Indonesia, negara yang dikenal akan kekayaan budaya dan keindahan alamnya, juga merupakan rumah bagi salah satu makanan yang paling ikonik dan bernilai gizi di dunia: tempe. Tempe, makanan tradisional yang terbuat dari kedelai yang difermentasi, telah menjadi bagian integral dari masyarakat Indonesia selama berabad-abad. Namun, belakangan ini, pesona tempe telah menyebar ke seluruh dunia, diakui sebagai makanan yang sehat, lezat, dan berkelanjutan.
Sumber pangan yang begizi, lezat, dan berkelanjutan menjadi trend masyarakat saat ini. Masyarakat kini sudah mulai sadar akan pentingnya menjaga lingkungan hidup. Salah satu hal yang menjadi perhatian adalah terkait penggunaan air yang lebih bijak. Tempe sebagai salah satu bahan pangan yang cukup popular di Indonesia, tentunya juga memerlukan air dalam proses produksinya. Meskipun kebutuhan air untuk produksi tempe tidak sebesar produksi sumber pangan hewani, namun air yang digunakan pada pembuatan tempe secara konvensional masih tergolong cukup besar.
Proses pembuatan tempe secara konvensional terdiri dari beberapa variasi, namun secara umum proses pembuatan tempe melibatkan tahapan pengupasan, pencucian, perendaman, perebusan atau pengukusan, pendinginan, fermentasi, dan pengemasan. Beberapa tahapan seperti pencucian, perendaman, dan perebusan dapat dilakukan beberapa kali. Hal ini tentunya membutuhkan jumlah air yang cukup besar. Untuk memproduksi 1 kg tempe, dibutuhkan air sekitar 20 L, dan menghasilkan limbah air sebesar 19 L.
Salah satu teknologi terkini untuk mengatasi hal ini adalah menggunakan alat pengupas kering. Dengan alat ini, penggunaan air untuk proses pengupasan dapat dihilangkan.

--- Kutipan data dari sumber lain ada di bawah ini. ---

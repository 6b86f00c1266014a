/**
 * A delimited text as rows of fields, with two engines behind one interface:
 * `fastGrid` (fastGrid.ts) scans unquoted text itself; `csvGrid` uses csv-parse for everything
 * else (quotes, embedded line breaks, CR-only line ends). Rows are records; blank rows (every
 * field empty after String.prototype.trim) separate blocks.
 */
import { parse } from "csv-parse/sync";
import { parseDecimal } from "../values/numbers.js";

/** Rows of fields, however they were tokenised. Rows are 0-based; `line` maps them to 1-based source lines. */
export interface Grid {
  readonly delimiter: string;
  readonly rowCount: number;
  /** 1-based source line where the row starts. */
  line(row: number): number;
  /** True when every field is empty after trimming white space. */
  isBlank(row: number): boolean;
  /**
   * Optional shortcut for finding blank rows: the first row from `from` on that may be blank (every
   * row before it is not), or rowCount when none may be.
   */
  nextMaybeBlank?(from: number): number;
  /** Number of fields; 0 for a blank row. */
  fieldCount(row: number): number;
  /** The text of one field, untrimmed ("" beyond the last field). */
  field(row: number, index: number): string;
  fields(row: number): string[];
  /**
   * For each field index f with slots[f] >= 0: out[slots[f]][at] = parseDecimal(field) (NaN for null).
   * Returns the row's field count.
   */
  readNumbers(row: number, slots: Int32Array, out: readonly Float64Array[], at: number): number;
  /**
   * Optional shortcut for dates: when field `index` of every row in `rows` is exactly a real
   * "YYYY-MM-DD" date, sets keys[k] = plainIsoDateKey(field of rows[k]) and returns true; returns
   * false (keys partly written) otherwise.
   */
  plainIsoDates?(rows: Int32Array, index: number, keys: Float64Array): boolean;
  /**
   * Optional, one pass over the rows [first, first + count): for each k, counts[k] =
   * readNumbers(first + k, slots, out, k), and the keys of field `dateIndex` (which no slot reads)
   * of those rows into dateKeys: `plainDates` is true when every one is a stamp of one form,
   * `dateForm` (see scanStamp in values/dateStamps.ts; PLAIN_DATE_FORM is plainIsoDates' plain
   * "YYYY-MM-DD"). withNaN[slot] is false only when no value written to out[slot] is NaN.
   */
  readRows?(
    first: number,
    count: number,
    slots: Int32Array,
    out: readonly Float64Array[],
    counts: Int32Array,
    dateIndex: number,
    dateKeys: Float64Array,
  ): { readonly plainDates: boolean; readonly dateForm: number; readonly withNaN: readonly boolean[] };
}

/**
 * Why csv-parse could not tokenise the text, in the reader's own terms (its messages quote the
 * field's text, which must not be printed before the file is known to be a table): a quote inside a
 * field that does not start with one, text after a closing quote, or a quoted field never closed.
 */
export interface QuoteError {
  readonly line: number;
  readonly problem: QuoteProblem;
  /** The 0-based field where a quote was found inside a field, when csv-parse names it. */
  readonly field?: number;
}
export type QuoteProblem = "quote-inside" | "after-closing" | "not-closed" | "other";

const QUOTE_PROBLEMS: Readonly<Record<string, QuoteProblem>> = {
  INVALID_OPENING_QUOTE: "quote-inside",
  CSV_INVALID_CLOSING_QUOTE: "after-closing",
  CSV_NON_TRIMABLE_CHAR_AFTER_CLOSING_QUOTE: "after-closing",
  CSV_QUOTE_NOT_CLOSED: "not-closed",
};

/** Build the general grid with csv-parse, or a QuoteError when the quoting is broken. */
export function csvGrid(text: string, delimiter: string): Grid | QuoteError {
  let records: { record: string[]; info: { lines: number } }[];
  try {
    records = parse(text, {
      delimiter,
      record_delimiter: ["\r\n", "\n", "\r"],
      relax_column_count: true,
      skip_empty_lines: false,
      info: true,
    }) as unknown as { record: string[]; info: { lines: number } }[];
  } catch (error) {
    const e = error as { lines?: unknown; code?: unknown; column?: unknown };
    const line = typeof e.lines === "number" ? e.lines : 1;
    const problem = (typeof e.code === "string" ? QUOTE_PROBLEMS[e.code] : undefined) ?? "other";
    return { line, problem, ...(problem === "quote-inside" && typeof e.column === "number" ? { field: e.column } : {}) };
  }
  const rows = records.map((r) => r.record);
  const lines: number[] = [];
  let next = 1;
  for (const r of records) {
    lines.push(next);
    next = r.info.lines + 1;
  }
  const counts = rows.map((fields) => (fields.every((f) => f.trim() === "") ? 0 : fields.length));
  return {
    delimiter,
    rowCount: rows.length,
    line: (row) => lines[row] ?? 1,
    isBlank: (row) => counts[row] === 0,
    fieldCount: (row) => counts[row] ?? 0,
    field: (row, index) => rows[row]?.[index] ?? "",
    fields: (row) => [...(rows[row] ?? [])],
    readNumbers(row, slots, out, position) {
      const fields = rows[row] ?? [];
      slots.forEach((slot, f) => {
        if (slot >= 0) (out[slot] as Float64Array)[position] = parseDecimal(fields[f] ?? "") ?? Number.NaN;
      });
      return fields.length;
    },
  };
}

Selain itu, proses perendaman juga dapat dioptimalkan dengan mengurangi jumlah air sehingga tidak berlebih. Proses perendaman secara anaerobic dapat mengoptimalkan pertumbuhan mikrobia yang dikehendaki sehingga proses perendaman tetap dapat berjalan dengan baik meski jumlah air yang dikurangi. Selain itu proses perebusan juga dapat dilakukan dengan menggunakan air rendaman untuk mengurangi jumlah air yang digunakan.

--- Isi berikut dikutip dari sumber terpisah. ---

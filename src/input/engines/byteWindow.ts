/**
 * A large file read through one reused window instead of held whole: touching fresh memory costs
 * about as much as reading the file, so a file of hundreds of MB read into a few MB used over and
 * over is read several times faster. The window lies in the row kernel's memory (rowKernel.ts), so
 * that the kernel finds line ends and reads rows in it in place.
 *
 * `scanPages` is the first pass, piece by piece: the rows (as plainLines.ts finds them on the whole
 * file) and the checks that every byte is plain; a file that is not plain (or not text, see
 * notTextIssue) is read whole instead (`wholeBytes`), so that every answer is the one reading its
 * bytes whole gives. Pure: the file is read through `PagedBytes`, which the CLI implements.
 */
import { freshInt32, freshUint8 } from "../../core/numerics/freshMemory.js";
import { notTextIssue } from "../decodeText.js";
import { asBuffer, asciiText, isAsciiWhiteSpace, isPlain, type PlainLines } from "./plainLines.js";
import { kernelWindow, largeInputBuffer, type LineEnds, type RowKernel } from "./rowKernel.js";

/** A file read by position (the CLI's is fs.readSync on an open file). */
export interface PagedBytes {
  /** The file's size in bytes, when it was opened. */
  readonly size: number;
  /** Bytes of the window it is read through (WINDOW_BYTES unless set). */
  readonly window?: number;
  /** Reads up to `length` bytes at `position` of the file into target[offset...]: the bytes read (0 at the end). */
  read(position: number, target: Uint8Array, offset: number, length: number): number;
}

/**
 * Bytes of the window, unless a row is longer: small enough to stay in the processor's cache between
 * the kernel's passes over it. Measured against 4 MB (interleaved medians, 7-11 rounds, 2026-12-05):
 * 1M rows without the uncertainty 415 to 397 ms, 10M minute rows 1.29 to 1.26 s, roll --step 21 on
 * 1M rows 715 to 701 ms; 256 KB was no faster than 512.
 */
export const WINDOW_BYTES = 512 << 10;
/** Bytes read around a range reached away from the window. */
const NEAR_BYTES = 64 << 10;

/** Where the byte grid's bytes are: all in memory, or a window onto a file. See byteGrid.ts. */
export interface GridBytes {
  readonly size: number;
  /** The file offset of reach(...)[0]. */
  readonly shift: number;
  /** Bytes holding file offsets [from, to) at [from - shift, to - shift): valid until the next call. */
  reach(from: number, to: number): Uint8Array;
  /** True when file bytes [from, to) are plain (see isPlain). */
  plain(from: number, to: number): boolean;
  /** The row kernel reading the bytes reach last gave in place, and the address of file offset 0; null without one. */
  kernel(): { readonly kernel: RowKernel; readonly base: number } | null;
  /** The most bytes reach holds at once. */
  readonly span: number;
}

/** The bytes of a file through one window, moved (re-read) when a range outside it is reached. */
export class ByteWindow implements GridBytes {
  readonly size: number;
  shift = 0;
  private end = 0;
  private held: ReturnType<typeof kernelWindow>;

  constructor(readonly file: PagedBytes) {
    this.size = file.size;
    const capacity = file.window ?? WINDOW_BYTES;
    this.held = kernelWindow(Math.max(16, Math.min(capacity, file.size)));
  }

  get span(): number {
    return this.held.bytes.length;
  }

  /** The window's bytes (the first `length` hold the range read last). */
  get bytes(): Uint8Array {
    return this.held.bytes;
  }

  reach(from: number, to: number): Uint8Array {
    if (from >= this.shift && to <= this.end) return this.held.bytes;
    if (to - from > this.held.bytes.length) this.held = kernelWindow(to - from);
    const capacity = this.held.bytes.length;
    // Reading on (from within the window) fills the window; a jump elsewhere (a row asked for alone,
    // a backward walk) reads a little, ending at `to` when backwards, so that jumps stay cheap.
    const onward = from >= this.shift && from <= this.end;
    const length = onward ? capacity : Math.min(capacity, Math.max(to - from, NEAR_BYTES));
    const at = from < this.shift ? Math.max(0, to - length) : from;
    this.load(at, Math.min(length, this.size - at));
    return this.held.bytes;
  }

  /** Reads file bytes [at, at + length) into the window's start. */
  load(at: number, length: number): Uint8Array {
    readFully(this.file, at, this.held.bytes, 0, length);
    this.shift = at;
    this.end = at + length;
    return this.held.bytes.subarray(0, length);
  }

  /** The text of file bytes [from, to), read apart from the window (ASCII: latin1 is the identity). */
  text(from: number, to: number): string {
    const bytes = new Uint8Array(to - from);
    readFully(this.file, from, bytes, 0, bytes.length);
    return asciiText(bytes, 0, bytes.length);
  }

  plain(): boolean {
    // Only a file whose every byte scanPages found plain is read through a window.
    return true;
  }

  kernel(): { readonly kernel: RowKernel; readonly base: number } | null {
    const { kernel, address } = this.held;
    return kernel === null ? null : { kernel, base: address - this.shift };
  }
}

/** Reads exactly `length` bytes at `position`; a file that shrank meanwhile is an error. */
function readFully(file: PagedBytes, position: number, target: Uint8Array, offset: number, length: number): void {
  let done = 0;
  while (done < length) {
    const read = file.read(position + done, target, offset + done, length - done);
    if (read <= 0) throw new Error(`the file ended at byte ${position + done} while reading it (${file.size} bytes when opened)`);
    done += read;
  }
}

/** The whole file in plain bytes (large ones straight into the kernel's memory, as the CLI reads them). */
export function wholeBytes(file: PagedBytes): Uint8Array {
  const bytes = largeInputBuffer(file.size) ?? new Uint8Array(file.size);
  readFully(file, 0, bytes, 0, file.size);
  return bytes;
}

/** A file's rows found through its window, and whether it is blank (only ASCII white space after any byte-order mark). */
export interface PagedLines {
  readonly lines: PlainLines;
  readonly blank: boolean;
}

/**
 * The first pass over a file through `window`: its rows, as plainLines gives them for its bytes,
 * when every byte is plain and its first bytes are not those of a binary file or UTF-16/32 text;
 * null otherwise (the file must be read whole).
 */
export function scanPages(window: ByteWindow): PagedLines | null {
  const { size } = window;
  const capacity = window.span;
  let blank = true;
  /** The previous piece ended with a CR: this one must start with a LF. */
  let pendingCr = false;
  // The first bytes decide whether the file is text at all (notTextIssue samples 4096) and where it starts.
  const head = new Uint8Array(Math.min(size, 1 << 16));
  readFully(window.file, 0, head, 0, head.length);
  if (notTextIssue(head, "") !== null) return null;
  const start = head[0] === 0xef && head[1] === 0xbb && head[2] === 0xbf ? 3 : 0;
  let found: LineEnds = { ends: new Int32Array(1024), count: 1 };
  found.ends[0] = start;
  let firstBytes: Uint8Array = new Uint8Array(1024);
  let filled = 0;
  for (let at = 0; at < size; at += capacity) {
    const piece = window.load(at, Math.min(capacity, size - at));
    const length = piece.length;
    const from = Math.max(0, start - at);
    if (from >= length) continue;
    if (pendingCr && piece[from] !== 10) return null;
    pendingCr = piece[length - 1] === 13;
    // The kernel's search for line feeds also says whether every byte is plain; only a piece where
    // it saw a NUL, CR, quote or non-ASCII byte is checked byte by byte.
    const appended = appendEnds(window, piece, at, from, found);
    if (!appended.plain && !isPlain(piece, from, pendingCr ? length - 1 : length)) return null;
    found = appended;
    if (blank) blank = isAsciiWhiteSpace(piece, from, length);
    if (at === 0 && length < size) {
      // Room for the rows, as dense as in the first piece, and a tenth more.
      const guess = Math.ceil(((found.count * size) / length) * 1.1) + 2;
      found = { ends: grownInts(found.ends.subarray(0, found.count), guess), count: found.count };
      firstBytes = freshUint8(guess);
    }
    if (firstBytes.length < found.count) firstBytes = grown(firstBytes, found.count);
    const { ends, count } = found;
    for (; filled < count && (ends[filled] as number) < at + length; filled++)
      firstBytes[filled] = piece[(ends[filled] as number) - at] as number;
  }
  if (pendingCr) return null;
  let { ends, count } = found;
  // The rows start at ends[0, count); a last row without a line feed ends one past the end.
  const open = (ends[count - 1] as number) < size;
  if (!open) count--;
  if (count + 1 > ends.length) ends = grownInts(ends, count + 1);
  if (open) ends[count] = size + 1;
  return { lines: { start, starts: ends.subarray(0, count + 1), firstBytes: firstBytes.subarray(0, count) }, blank };
}

/**
 * Appends the offsets just past each line feed of the piece (file offset `at`) from `from` on;
 * `plain` true when the kernel saw only plain bytes (false: not known).
 */
function appendEnds(
  window: ByteWindow,
  piece: Uint8Array,
  at: number,
  from: number,
  found: LineEnds,
): LineEnds & { readonly plain: boolean } {
  const kernel = window.kernel();
  if (kernel !== null) return kernel.kernel.appendLineEnds(kernel.base, at + from, at + piece.length, found);
  let { ends, count } = found;
  const search = asBuffer(piece);
  for (let end = search.indexOf(10, from); end >= 0; end = search.indexOf(10, end + 1)) {
    if (count >= ends.length) ends = grownInts(ends, count + 1);
    ends[count++] = at + end + 1;
  }
  return { ends, count, plain: false };
}

function grownInts(values: Int32Array, least: number): Int32Array {
  const bigger = freshInt32(Math.max(least, 2 * values.length));
  bigger.set(values);
  return bigger;
}

function grown(values: Uint8Array, least: number): Uint8Array {
  const bigger = freshUint8(Math.max(least, 2 * values.length));
  bigger.set(values);
  return bigger;
}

Secara keseluruhan, tempe sebenarnya berpotensi untuk digunakan sebagai bahan pangan yang ramah lingkungan. Proses produksi tempe membutuhkan jumlah air yang lebih sedikit dibandingkan dengan bahan pangan hewani. Optimasi proses produksi tempe dapat dilakukan untuk meminimalisir air yang dibutuhkan. Hal ini dapat berdampak pada penurunan kebutuhan air secara global. (Benediktus Yudo Leksono, S.T.P., M.Sc.)